26/04/2012

Pour bien vieillir, ne regrettez rien

Article d'Isabelle, pour Techno-Science.net

L'une des clés pour bien vieillir du point de vue émotionnel est de ne pas faire cas de regrets pour des occasions ratées indique une nouvelle étude. Lorsqu'on est jeune, un regret peut aider à prendre de meilleures décisions par la suite. Les possibilités de nouvelles opportunités se réduisant avec l'âge, y penser perd probablement son intérêt. 

Pour trouver une base physiologique à cela, Stefanie Brassen et ses collègues en Allemagne ont utilisé l'imagerie par résonance magnétique fonctionnelle, ou IRMf, pour comparer l'activité cérébrale de trois catégories de personnes, de jeunes adultes et des adultes plus âgés déprimés ou en bonne santé. En jouant à un jeu sur l'ordinateur, les volontaires ouvraient des séries de boîtes contenant soit de l'argent soit le dessin d'un diablotin qui causait la fin de l'exercice et entraînait la perte de tout l'argent gagné jusqu'à ce moment-là. Après avoir ouvert la boîte, les joueurs pouvaient décider de continuer ou de s'arrêter avec leurs gains. A la fin de l'expérience, toutes les boîtes étaient ouvertes, révélant aux joueurs jusqu'où ils auraient pu continuer sans perdre.

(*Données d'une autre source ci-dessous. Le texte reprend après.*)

//! The Jonckheere-Terpstra test against published examples and reference values.

use risefall::method::{Outcome, Refusal};
use risefall::null_distribution::ordered_table::rises_less_falls;
use serde_json::{Value, json};

use crate::reference::{ask, close, fact, oracle, published};

/// Groups as one list of readings, with the number of its group as each reading's moment.
fn judge(groups: &Value, extra: Value) -> Result<Outcome, Refusal> {
    let (mut readings, mut moments) = (Vec::new(), Vec::new());
    for (number, group) in groups.as_array().unwrap().iter().enumerate() {
        for reading in group.as_array().unwrap() {
            readings.push(reading.clone());
            moments.push(number + 1);
        }
    }
    let mut body = json!({ "readings": readings, "moments": moments });
    body.as_object_mut().unwrap().extend(extra.as_object().unwrap().clone());
    ask("jonckheere-terpstra", body).1
}

/// Reference values by enumeration; z agrees with R's `cor.test` (Kendall) of value on group number.
#[test]
fn reference_values() {
    let cases = oracle("jonckheere_terpstra");
    for case in &cases {
        let (id, expected) = (case["id"].as_str().unwrap(), &case["expected"]);
        let exact = match judge(&case["data"], json!({ "p_by": "exact" })) {
            Ok(exact) => exact,
            Err(refusal) => {
                assert!(matches!(refusal, Refusal::AllTied { .. }), "{id}: {refusal}");
                assert_eq!(expected["var_ties"], 0.0, "{id}: only readings that are all equal are declined");
                continue;
            }
        };
        close(exact.statistic.value, &expected["J"], 0.0, id);
        close(fact(&exact, "rises") - fact(&exact, "falls"), &expected["S"], 0.0, id);
        close(fact(&exact, "expected"), &expected["mean"], 0.0, id);
        close(fact(&exact, "variance"), &expected["var_ties"], 1e-12, id);
        close(fact(&exact, "p_rising"), &expected["p_exact_increasing"], 1e-11, id);
        close(fact(&exact, "p_falling"), &expected["p_exact_decreasing"], 1e-11, id);
        let plain = judge(&case["data"], json!({ "p_by": "normal", "continuity": false })).unwrap();
        close(fact(&plain, "z"), &expected["z"], 1e-11, id);
        close(fact(&plain, "p_rising"), &expected["p_increasing"], 1e-9, id);
        close(plain.p.value, &expected["p_two"], 1e-9, id);
        let corrected = judge(&case["data"], json!({ "p_by": "normal", "seek": "rising" })).unwrap();
        close(corrected.p.value, &expected["p_increasing_cc"], 1e-9, id);
        let ignored = judge(&case["data"], json!({ "p_by": "normal", "continuity": false, "ties": "ignored" })).unwrap();
        close(fact(&ignored, "z"), &expected["z_no_tie_correction"], 1e-11, id);
        close(fact(&ignored, "variance"), &expected["var_no_ties"], 1e-12, id);
    }
    assert!(cases.len() >= 4);
}

/// An encyclopaedia article's worked example (three groups of four, decision: significant at 5 %).
///
/// The article's critical value of S, 36 at 5 %, is not that: by enumeration of all 34,650 arrangements the chance of
/// 36 or more is 0.0037, and the 5 % point is 24. The value 36 is the 0.5 % point. The decision is the same.
#[test]
fn three_groups_of_four() {
    let case = published("jonckheere_terpstra", "jonckheere_crit_3x4");
    let expected = &case["recomputed"];
    let null = rises_less_falls(&[4, 4, 4], &[1; 12]);
    for (key, s) in [("P_S_ge_36", 36), ("P_S_ge_24", 24), ("P_S_ge_22", 22)] {
        close(null.tails(s).upper, &expected[key], 1e-11, key);
    }
    for (risk, critical) in expected["critical_S_one_sided"].as_object().unwrap() {
        let risk: f64 = risk.parse().unwrap();
        assert_eq!((-48..=48).step_by(2).find(|&s| null.tails(s).upper <= risk), critical.as_i64(), "{risk}");
    }
    let outcome = judge(&case["data"], json!({ "seek": "rising" })).unwrap();
    close(fact(&outcome, "rises") - fact(&outcome, "falls"), &expected["S_example"], 0.0, "S");
    close(outcome.p.value, &expected["exact_p"], 1e-11, "exact p");
    close(fact(&outcome, "z"), &expected["z"], 1e-9, "z");
    assert!(outcome.p.value <= case["parameters"]["alpha"].as_f64().unwrap(), "the printed decision is: significant");
}

/// A range with one row a moment gives the same as a list with moments; blanks are left out.
#[test]
fn a_range_has_one_row_a_moment() {
    let range = json!({ "readings": [[10, 12, null, null], [11, 13, 15, 14], [16, 9, 18, ""]] });
    let outcome = ask("jonckheere-terpstra", range).1.unwrap();
    let listed = judge(&json!([[10, 12], [11, 13, 15, 14], [16, 9, 18]]), json!({})).unwrap();
    assert_eq!((outcome.p, outcome.statistic), (listed.p, listed.statistic));
}

/// Limits at two levels: J by comparing pair by pair, its variance by averaging over all arrangements.
#[test]
fn limits_at_several_levels() {
    let readings = ["<0.5", "0.3", "0.7", "<0.2", "0.9", "0.6", "1.1"];
    let moments = [1, 1, 1, 2, 2, 3, 3];
    let outcome = ask("jonckheere-terpstra", json!({ "readings": readings, "moments": moments })).1.unwrap();
    let sign = |a: usize, b: usize| -> i64 {
        let number = |index: usize| readings[index].trim_start_matches('<').parse::<f64>().unwrap();
        let limit = |index: usize| readings[index].starts_with('<');
        match (limit(a), limit(b)) {
            (false, false) => (number(b) - number(a)).total_cmp(&0.0) as i64,
            (true, false) if number(b) >= number(a) => 1,
            (false, true) if number(a) >= number(b) => -1,
            _ => 0,
        }
    };
    let s = |places: &[usize]| -> i64 {
        let pairs = (0..7).flat_map(|i| (i + 1..7).map(move |j| (i, j))).filter(|&(i, j)| moments[i] < moments[j]);
        pairs.map(|(i, j)| sign(places[i], places[j])).sum()
    };
    let mut orders = vec![vec![]];
    for _ in 0..7 {
        orders = orders
            .iter()
            .flat_map(|order: &Vec<usize>| {
                (0..7).filter(|i| !order.contains(i)).map(|i| [order.clone(), vec![i]].concat()).collect::<Vec<_>>()
            })
            .collect();
    }
    let variance = orders.iter().map(|order| s(order).pow(2) as f64).sum::<f64>() / orders.len() as f64;
    assert_eq!(fact(&outcome, "rises") - fact(&outcome, "falls"), s(&[0, 1, 2, 3, 4, 5, 6]) as f64);
    close(fact(&outcome, "variance") * 4.0, &json!(variance), 1e-12, "variance");
    assert_eq!(outcome.p.by.to_string(), "normal, continuity-corrected");
    let exact = ask("jonckheere-terpstra", json!({ "readings": readings, "moments": moments, "p_by": "exact" }));
    assert!(exact.1.unwrap_err().to_string().contains("limits at several levels"));
}

/// With two moments the share of rises is the area under the curve, and its interval DeLong's. Worked out by hand from the
/// placements of each reading.
#[test]
fn share_of_rises() {
    let (first, second) = ([1.0, 4.0, 2.0, 6.0], [5.0, 3.0, 8.0, 9.0, 4.0]);
    let score = |a: f64, b: f64| {
        if b > a {
            1.0
        } else if b == a {
            0.5
        } else {
            0.0
        }
    };
    let variance = |parts: &[f64]| {
        let mean = parts.iter().sum::<f64>() / parts.len() as f64;
        parts.iter().map(|part| (part - mean) * (part - mean)).sum::<f64>() / (parts.len() as f64 - 1.0)
    };
    let of_first: Vec<f64> = first.iter().map(|&a| second.iter().map(|&b| score(a, b)).sum::<f64>() / 5.0).collect();
    let of_second: Vec<f64> = second.iter().map(|&b| first.iter().map(|&a| score(a, b)).sum::<f64>() / 4.0).collect();
    let share = of_first.iter().sum::<f64>() / 4.0;
    let error = (variance(&of_first) / 4.0 + variance(&of_second) / 5.0).sqrt();
    let outcome = judge(&json!([first, second]), json!({})).unwrap();
    close(fact(&outcome, "share_of_rises"), &json!(share), 1e-12, "share");
    close(fact(&outcome, "share_low"), &json!(share - 1.959963984540054 * error), 1e-9, "lower limit");
    close(fact(&outcome, "share_high"), &json!((share + 1.959963984540054 * error).min(1.0)), 1e-9, "upper limit");
}

#[test]
fn beyond_the_exact_range_is_said_before_working() {
    let group = |shift: usize| (0..200).map(|i| (i * 7 + shift) % 50).collect::<Vec<_>>();
    let groups = json!([group(0), group(3), group(9)]);
    let refusal = judge(&groups, json!({ "p_by": "exact" })).unwrap_err();
    assert!(matches!(refusal, Refusal::BeyondExact { .. }), "{refusal}");
    assert_eq!(judge(&groups, json!({})).unwrap().p.by.to_string(), "normal, continuity-corrected");
}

En découvrant qu'ils avaient raté des occasions d'obtenir plus d'argent, les jeunes adultes et les plus âgés déprimés ont pris ensuite plus de risques. Les autres adultes n'ont en revanche pas vraiment changé de comportement. De même, l'activité dans deux régions du cerveau l'une appelée striatum ventral qui intervient dans le sentiment du regret et l'autre associée à la régulation des émotions, le cortex cingulaire antérieur, était comparable entre les adultes jeunes et plus âgés déprimés. Ces deux dernières catégories voyaient aussi la conductivité de la peau et leur battement cardiaque augmenter lorsqu'elles découvraient les occasions manquées, contrairement aux adultes plus âgés non déprimés. 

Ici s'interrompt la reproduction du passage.